• Try it: From the records below, please repeat exactly the line that has "first.fit), (second.hypothesis, second.fit)", the line that has "plan, spread, words)", and every line between them, and nothing else.
Segment Start: Dataset extract
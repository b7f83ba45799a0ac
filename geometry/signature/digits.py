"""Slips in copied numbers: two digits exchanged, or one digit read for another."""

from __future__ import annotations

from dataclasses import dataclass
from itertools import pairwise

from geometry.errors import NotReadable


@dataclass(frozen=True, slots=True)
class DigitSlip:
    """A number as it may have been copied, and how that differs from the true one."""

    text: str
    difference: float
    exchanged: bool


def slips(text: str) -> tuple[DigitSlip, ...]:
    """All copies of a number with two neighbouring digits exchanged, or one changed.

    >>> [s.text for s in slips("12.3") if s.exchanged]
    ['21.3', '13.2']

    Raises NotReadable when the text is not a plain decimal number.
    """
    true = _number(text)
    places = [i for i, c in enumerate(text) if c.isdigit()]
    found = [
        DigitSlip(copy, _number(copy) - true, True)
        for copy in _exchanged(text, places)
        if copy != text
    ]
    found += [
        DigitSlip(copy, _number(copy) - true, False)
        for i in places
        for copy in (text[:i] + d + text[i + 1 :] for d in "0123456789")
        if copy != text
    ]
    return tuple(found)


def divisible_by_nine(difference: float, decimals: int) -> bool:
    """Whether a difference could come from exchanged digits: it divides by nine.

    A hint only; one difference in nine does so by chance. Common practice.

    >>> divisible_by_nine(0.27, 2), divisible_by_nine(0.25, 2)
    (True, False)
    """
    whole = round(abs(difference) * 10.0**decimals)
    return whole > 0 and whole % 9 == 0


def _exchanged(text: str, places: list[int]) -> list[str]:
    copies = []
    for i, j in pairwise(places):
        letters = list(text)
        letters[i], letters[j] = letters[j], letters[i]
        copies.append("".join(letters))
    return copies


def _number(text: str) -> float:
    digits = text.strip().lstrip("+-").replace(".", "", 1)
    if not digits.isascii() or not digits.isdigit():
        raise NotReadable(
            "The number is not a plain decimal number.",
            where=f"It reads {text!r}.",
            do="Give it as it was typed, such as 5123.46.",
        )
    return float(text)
Segment End: Dataset extract
Segment Start: Dataset extract
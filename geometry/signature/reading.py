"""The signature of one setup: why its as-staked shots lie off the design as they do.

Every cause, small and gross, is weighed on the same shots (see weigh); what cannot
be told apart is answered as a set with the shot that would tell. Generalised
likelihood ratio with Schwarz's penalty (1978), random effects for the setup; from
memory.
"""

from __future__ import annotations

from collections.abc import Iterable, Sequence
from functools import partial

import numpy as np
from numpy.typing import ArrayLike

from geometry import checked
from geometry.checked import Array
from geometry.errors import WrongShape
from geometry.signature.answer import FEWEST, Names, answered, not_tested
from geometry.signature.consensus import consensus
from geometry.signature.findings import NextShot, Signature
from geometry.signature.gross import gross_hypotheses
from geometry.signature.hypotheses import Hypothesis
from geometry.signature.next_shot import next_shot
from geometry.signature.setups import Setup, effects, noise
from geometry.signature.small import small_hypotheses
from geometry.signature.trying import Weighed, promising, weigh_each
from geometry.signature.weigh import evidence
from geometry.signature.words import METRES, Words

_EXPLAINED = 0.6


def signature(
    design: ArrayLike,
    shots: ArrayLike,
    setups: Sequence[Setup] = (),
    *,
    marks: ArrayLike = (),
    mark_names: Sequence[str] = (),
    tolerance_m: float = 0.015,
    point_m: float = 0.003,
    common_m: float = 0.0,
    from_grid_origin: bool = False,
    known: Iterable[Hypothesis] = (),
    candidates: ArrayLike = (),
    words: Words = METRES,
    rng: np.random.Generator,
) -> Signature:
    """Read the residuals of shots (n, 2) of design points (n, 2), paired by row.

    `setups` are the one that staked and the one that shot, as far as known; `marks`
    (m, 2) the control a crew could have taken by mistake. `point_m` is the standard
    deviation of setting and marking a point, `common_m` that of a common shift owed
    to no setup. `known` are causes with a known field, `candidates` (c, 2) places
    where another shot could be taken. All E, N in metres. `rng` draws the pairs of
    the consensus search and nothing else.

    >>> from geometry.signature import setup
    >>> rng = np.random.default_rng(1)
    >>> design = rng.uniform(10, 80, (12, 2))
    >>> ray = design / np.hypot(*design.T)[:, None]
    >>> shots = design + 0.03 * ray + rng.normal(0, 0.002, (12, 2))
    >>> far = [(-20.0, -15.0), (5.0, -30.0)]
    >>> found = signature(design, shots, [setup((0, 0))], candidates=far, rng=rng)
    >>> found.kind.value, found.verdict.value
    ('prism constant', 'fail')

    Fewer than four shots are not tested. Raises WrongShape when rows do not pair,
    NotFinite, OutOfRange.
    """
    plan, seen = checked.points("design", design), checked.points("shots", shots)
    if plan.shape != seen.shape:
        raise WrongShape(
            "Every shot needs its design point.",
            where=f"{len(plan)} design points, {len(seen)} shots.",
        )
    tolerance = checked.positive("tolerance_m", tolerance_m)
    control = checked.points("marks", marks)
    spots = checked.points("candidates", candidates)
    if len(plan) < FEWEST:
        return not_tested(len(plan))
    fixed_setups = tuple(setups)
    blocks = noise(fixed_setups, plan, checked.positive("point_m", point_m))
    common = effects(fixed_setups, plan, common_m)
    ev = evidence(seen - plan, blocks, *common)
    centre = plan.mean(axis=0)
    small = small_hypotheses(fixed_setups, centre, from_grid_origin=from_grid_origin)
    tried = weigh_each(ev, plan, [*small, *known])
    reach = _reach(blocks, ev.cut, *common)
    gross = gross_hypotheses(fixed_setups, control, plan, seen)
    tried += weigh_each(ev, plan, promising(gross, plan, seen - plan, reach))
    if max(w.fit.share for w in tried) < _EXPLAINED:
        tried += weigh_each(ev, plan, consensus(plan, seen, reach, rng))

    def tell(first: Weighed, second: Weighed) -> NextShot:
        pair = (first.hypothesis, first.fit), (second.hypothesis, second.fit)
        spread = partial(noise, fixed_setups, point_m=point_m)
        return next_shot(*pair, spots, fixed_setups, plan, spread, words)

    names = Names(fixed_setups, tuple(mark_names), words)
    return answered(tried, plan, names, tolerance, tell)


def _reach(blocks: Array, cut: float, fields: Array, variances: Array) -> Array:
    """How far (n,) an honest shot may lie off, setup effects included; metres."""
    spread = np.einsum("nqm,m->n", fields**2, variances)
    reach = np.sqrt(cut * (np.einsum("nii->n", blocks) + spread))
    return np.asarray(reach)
Segment End: Dataset extract
• Response to this exercise:
        pair = (first.hypothesis, first.fit), (second.hypothesis, second.fit)
        spread = partial(noise, fixed_setups, point_m=point_m)
        return next_shot(*pair, spots, fixed_setups, plan, spread, words)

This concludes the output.